Aim of the task:
From the records below, pull each line that has "between".

Task material:
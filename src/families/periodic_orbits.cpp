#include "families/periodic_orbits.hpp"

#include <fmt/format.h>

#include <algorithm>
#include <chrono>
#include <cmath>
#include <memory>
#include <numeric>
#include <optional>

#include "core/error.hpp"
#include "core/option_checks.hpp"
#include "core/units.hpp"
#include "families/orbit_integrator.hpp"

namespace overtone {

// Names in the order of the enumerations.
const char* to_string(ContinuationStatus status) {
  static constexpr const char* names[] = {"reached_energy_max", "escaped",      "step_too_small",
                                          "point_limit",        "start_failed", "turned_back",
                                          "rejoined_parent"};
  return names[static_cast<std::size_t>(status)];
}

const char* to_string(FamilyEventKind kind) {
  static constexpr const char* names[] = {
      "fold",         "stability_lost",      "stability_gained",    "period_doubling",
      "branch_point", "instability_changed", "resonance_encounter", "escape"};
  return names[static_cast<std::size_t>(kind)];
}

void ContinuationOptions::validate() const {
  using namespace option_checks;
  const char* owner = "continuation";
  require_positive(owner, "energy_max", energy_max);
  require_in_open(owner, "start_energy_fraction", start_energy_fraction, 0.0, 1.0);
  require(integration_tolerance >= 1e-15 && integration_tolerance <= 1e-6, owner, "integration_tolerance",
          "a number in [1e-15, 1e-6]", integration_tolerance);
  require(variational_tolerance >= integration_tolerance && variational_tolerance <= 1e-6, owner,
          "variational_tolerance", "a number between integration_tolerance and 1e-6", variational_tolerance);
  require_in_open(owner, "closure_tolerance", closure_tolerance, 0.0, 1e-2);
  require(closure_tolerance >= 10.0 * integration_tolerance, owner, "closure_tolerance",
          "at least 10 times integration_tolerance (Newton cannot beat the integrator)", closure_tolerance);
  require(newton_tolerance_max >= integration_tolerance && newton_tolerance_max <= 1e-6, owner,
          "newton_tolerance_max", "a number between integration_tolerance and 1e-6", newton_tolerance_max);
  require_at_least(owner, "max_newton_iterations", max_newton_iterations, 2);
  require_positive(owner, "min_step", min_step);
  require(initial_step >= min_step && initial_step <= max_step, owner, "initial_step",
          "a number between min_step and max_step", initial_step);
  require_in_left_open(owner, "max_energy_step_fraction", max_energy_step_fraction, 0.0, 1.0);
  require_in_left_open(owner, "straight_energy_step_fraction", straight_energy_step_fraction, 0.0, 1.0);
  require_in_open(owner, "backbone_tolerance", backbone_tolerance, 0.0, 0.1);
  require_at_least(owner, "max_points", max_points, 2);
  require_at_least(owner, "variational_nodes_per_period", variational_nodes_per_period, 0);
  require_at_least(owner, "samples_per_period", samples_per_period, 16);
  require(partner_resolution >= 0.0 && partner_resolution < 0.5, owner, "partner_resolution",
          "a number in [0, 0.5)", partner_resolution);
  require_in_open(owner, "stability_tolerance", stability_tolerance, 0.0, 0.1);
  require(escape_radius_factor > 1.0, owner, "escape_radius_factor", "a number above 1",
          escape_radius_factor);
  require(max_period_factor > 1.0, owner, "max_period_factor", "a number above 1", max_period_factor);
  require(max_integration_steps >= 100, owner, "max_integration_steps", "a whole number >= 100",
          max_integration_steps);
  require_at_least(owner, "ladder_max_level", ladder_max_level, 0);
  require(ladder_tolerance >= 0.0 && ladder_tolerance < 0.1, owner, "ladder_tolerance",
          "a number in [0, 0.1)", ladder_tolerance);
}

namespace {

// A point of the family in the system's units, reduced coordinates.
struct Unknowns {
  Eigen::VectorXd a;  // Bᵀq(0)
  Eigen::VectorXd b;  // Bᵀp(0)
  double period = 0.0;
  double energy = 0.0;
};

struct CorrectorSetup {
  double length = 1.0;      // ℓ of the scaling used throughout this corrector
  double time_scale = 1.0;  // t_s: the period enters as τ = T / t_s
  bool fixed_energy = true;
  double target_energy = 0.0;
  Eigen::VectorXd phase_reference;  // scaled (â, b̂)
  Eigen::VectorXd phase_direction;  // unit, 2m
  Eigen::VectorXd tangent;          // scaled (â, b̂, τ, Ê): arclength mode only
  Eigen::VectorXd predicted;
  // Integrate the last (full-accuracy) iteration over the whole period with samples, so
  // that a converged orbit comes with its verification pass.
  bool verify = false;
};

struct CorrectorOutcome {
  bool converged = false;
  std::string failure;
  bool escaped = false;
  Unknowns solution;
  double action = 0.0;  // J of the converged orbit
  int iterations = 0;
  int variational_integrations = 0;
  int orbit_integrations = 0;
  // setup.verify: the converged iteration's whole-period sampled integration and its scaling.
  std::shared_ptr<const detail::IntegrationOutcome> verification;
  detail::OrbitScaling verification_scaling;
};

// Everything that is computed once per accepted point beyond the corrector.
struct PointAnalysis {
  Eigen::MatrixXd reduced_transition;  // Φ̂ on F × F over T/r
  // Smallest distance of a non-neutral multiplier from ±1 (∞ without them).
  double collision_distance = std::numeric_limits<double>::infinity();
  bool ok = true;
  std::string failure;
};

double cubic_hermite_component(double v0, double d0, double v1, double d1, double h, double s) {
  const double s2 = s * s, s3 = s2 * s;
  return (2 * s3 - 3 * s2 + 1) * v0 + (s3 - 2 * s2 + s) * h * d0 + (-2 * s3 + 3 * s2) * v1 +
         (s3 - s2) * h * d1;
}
--
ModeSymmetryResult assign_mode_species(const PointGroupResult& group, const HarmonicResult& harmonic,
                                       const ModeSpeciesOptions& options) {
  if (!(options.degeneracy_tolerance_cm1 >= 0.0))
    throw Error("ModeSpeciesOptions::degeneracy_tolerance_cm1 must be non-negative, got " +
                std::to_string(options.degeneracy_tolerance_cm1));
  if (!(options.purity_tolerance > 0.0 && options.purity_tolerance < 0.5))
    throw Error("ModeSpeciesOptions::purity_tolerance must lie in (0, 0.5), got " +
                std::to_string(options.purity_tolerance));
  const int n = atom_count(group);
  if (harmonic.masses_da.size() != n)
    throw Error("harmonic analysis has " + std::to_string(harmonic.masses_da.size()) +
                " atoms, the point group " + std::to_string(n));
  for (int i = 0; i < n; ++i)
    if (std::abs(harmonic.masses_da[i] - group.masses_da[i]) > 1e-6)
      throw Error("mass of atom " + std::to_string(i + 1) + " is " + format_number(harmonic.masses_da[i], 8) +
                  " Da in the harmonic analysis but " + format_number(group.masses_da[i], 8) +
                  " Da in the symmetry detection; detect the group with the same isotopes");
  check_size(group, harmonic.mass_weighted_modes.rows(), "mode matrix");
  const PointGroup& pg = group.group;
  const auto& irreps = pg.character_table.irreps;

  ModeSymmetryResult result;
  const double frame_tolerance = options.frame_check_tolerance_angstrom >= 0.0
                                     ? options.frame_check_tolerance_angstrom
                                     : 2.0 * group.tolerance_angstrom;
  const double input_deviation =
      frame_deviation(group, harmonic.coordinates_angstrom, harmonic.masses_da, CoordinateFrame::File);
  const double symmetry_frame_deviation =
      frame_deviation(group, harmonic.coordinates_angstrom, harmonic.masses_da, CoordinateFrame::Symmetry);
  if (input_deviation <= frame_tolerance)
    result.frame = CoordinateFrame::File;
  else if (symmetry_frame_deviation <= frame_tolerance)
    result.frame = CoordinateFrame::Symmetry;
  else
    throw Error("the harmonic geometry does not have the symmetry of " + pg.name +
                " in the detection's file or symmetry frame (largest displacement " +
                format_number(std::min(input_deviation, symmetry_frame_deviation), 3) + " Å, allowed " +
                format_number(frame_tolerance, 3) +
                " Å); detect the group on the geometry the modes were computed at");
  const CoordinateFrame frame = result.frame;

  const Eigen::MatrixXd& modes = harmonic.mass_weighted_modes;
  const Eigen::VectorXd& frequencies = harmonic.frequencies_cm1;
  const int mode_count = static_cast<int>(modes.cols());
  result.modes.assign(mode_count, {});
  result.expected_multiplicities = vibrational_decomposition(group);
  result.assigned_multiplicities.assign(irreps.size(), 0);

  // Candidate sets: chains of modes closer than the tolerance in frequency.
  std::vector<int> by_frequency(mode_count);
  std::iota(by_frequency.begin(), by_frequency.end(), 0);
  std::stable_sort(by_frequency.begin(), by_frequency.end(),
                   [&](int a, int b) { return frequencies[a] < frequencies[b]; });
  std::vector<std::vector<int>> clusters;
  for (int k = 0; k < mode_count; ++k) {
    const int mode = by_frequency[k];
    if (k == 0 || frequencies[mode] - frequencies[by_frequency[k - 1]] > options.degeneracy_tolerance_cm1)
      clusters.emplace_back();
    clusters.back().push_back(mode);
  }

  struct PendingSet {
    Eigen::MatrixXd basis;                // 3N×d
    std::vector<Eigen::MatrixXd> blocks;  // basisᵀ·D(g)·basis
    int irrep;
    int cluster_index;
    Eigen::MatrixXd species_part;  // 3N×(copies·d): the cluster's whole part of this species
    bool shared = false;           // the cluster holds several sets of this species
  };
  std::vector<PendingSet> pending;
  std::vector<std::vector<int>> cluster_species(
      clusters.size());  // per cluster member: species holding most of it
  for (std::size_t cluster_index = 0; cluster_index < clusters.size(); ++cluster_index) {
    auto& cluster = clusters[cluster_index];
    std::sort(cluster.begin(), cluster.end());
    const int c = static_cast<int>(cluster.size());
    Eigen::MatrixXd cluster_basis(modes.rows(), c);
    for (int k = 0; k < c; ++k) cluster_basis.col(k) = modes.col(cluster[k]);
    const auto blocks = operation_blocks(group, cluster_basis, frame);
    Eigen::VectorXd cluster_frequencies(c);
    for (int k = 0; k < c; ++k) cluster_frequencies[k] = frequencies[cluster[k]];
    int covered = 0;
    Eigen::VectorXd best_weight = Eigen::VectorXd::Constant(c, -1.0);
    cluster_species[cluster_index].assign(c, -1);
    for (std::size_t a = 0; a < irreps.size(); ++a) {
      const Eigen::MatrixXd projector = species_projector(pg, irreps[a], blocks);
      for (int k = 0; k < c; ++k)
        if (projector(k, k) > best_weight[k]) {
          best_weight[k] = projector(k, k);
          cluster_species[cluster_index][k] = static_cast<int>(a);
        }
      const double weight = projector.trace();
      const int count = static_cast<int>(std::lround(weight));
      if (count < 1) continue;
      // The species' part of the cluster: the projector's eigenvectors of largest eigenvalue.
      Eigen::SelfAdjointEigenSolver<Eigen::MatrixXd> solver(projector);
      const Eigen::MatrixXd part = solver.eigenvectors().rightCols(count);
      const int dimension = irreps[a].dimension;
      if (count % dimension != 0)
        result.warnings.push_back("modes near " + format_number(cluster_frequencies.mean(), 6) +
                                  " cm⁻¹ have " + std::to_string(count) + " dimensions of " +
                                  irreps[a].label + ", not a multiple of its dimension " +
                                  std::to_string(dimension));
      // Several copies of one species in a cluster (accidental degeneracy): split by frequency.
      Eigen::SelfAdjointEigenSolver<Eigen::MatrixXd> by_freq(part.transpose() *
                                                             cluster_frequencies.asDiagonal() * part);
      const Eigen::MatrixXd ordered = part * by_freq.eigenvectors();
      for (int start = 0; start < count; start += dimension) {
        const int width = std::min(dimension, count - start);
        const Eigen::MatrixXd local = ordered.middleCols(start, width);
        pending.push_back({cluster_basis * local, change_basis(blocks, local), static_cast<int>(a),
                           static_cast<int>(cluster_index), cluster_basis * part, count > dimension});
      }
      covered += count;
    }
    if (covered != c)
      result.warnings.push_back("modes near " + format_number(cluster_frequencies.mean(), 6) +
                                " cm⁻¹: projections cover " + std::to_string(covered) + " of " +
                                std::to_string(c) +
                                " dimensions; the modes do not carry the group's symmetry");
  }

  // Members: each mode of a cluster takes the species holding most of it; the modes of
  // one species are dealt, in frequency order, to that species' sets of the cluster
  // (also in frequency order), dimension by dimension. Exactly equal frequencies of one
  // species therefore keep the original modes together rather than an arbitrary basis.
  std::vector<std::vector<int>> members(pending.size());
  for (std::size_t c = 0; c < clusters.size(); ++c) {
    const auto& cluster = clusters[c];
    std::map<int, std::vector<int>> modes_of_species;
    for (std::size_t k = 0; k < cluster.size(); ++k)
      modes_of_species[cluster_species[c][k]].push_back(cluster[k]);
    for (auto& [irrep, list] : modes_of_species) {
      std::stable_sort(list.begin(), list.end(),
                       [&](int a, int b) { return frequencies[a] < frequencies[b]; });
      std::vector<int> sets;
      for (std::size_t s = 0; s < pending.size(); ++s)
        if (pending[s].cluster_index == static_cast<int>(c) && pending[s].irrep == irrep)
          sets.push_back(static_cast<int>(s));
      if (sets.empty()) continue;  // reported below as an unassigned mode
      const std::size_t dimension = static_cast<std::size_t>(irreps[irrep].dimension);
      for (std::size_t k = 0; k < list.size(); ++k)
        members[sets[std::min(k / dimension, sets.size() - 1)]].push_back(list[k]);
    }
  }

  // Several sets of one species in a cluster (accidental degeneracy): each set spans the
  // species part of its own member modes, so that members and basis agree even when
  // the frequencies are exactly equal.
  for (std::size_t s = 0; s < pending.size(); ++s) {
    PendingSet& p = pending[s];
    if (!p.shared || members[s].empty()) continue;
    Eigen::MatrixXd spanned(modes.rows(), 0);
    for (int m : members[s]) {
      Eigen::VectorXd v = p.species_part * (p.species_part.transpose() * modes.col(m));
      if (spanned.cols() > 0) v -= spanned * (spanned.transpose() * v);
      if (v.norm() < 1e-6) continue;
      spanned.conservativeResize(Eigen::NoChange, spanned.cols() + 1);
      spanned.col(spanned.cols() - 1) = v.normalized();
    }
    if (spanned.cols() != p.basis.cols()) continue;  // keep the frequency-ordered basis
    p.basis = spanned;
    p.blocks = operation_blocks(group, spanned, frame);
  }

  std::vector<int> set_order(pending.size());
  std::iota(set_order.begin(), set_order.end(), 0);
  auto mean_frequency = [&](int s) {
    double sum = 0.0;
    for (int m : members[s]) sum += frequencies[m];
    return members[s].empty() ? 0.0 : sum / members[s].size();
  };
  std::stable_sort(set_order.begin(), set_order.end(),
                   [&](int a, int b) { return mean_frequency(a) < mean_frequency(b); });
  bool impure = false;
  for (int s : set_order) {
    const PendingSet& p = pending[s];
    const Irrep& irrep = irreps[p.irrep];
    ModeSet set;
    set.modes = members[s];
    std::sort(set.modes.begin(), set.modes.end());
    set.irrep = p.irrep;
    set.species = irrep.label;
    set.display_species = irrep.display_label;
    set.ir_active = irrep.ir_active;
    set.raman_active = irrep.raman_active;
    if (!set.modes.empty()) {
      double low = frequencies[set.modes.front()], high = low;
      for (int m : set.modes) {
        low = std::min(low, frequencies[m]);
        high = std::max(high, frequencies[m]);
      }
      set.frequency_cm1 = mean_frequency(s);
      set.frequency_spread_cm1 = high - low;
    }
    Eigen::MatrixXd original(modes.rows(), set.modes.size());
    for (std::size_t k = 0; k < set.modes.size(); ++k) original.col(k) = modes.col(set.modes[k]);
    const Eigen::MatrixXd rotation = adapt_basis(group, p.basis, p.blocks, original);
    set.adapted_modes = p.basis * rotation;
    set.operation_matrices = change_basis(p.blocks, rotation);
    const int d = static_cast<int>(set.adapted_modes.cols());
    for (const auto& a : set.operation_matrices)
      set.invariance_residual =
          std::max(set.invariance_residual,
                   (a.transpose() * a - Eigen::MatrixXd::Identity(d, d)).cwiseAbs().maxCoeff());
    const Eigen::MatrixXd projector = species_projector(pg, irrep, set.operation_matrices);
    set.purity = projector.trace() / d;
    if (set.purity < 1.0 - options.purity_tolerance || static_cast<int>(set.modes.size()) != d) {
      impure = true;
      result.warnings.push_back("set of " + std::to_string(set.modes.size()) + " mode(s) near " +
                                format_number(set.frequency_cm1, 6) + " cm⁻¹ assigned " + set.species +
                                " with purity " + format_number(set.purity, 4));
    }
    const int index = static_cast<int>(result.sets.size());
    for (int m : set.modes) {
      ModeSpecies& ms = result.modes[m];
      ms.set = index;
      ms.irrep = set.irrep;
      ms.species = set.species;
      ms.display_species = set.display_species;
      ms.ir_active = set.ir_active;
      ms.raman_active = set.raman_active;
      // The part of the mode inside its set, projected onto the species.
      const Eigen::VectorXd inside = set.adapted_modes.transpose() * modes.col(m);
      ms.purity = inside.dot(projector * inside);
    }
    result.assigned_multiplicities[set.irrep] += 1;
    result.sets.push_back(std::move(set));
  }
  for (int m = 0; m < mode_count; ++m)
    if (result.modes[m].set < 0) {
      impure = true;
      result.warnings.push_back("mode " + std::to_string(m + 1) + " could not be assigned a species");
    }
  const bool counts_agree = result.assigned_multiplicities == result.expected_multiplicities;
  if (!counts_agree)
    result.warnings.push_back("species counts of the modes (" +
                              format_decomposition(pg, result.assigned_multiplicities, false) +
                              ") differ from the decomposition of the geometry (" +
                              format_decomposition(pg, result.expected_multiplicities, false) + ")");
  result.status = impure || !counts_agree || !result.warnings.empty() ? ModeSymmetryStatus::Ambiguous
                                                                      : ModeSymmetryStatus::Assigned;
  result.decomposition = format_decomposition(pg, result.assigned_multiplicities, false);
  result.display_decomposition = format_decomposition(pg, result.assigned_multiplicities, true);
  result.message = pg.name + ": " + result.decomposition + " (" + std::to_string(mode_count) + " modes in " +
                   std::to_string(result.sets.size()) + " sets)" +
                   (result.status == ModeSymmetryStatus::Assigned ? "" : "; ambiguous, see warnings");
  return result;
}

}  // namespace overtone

Written answer:
          "variational_tolerance", "a number between integration_tolerance and 1e-6", variational_tolerance);
          "newton_tolerance_max", "a number between integration_tolerance and 1e-6", newton_tolerance_max);
          "a number between min_step and max_step", initial_step);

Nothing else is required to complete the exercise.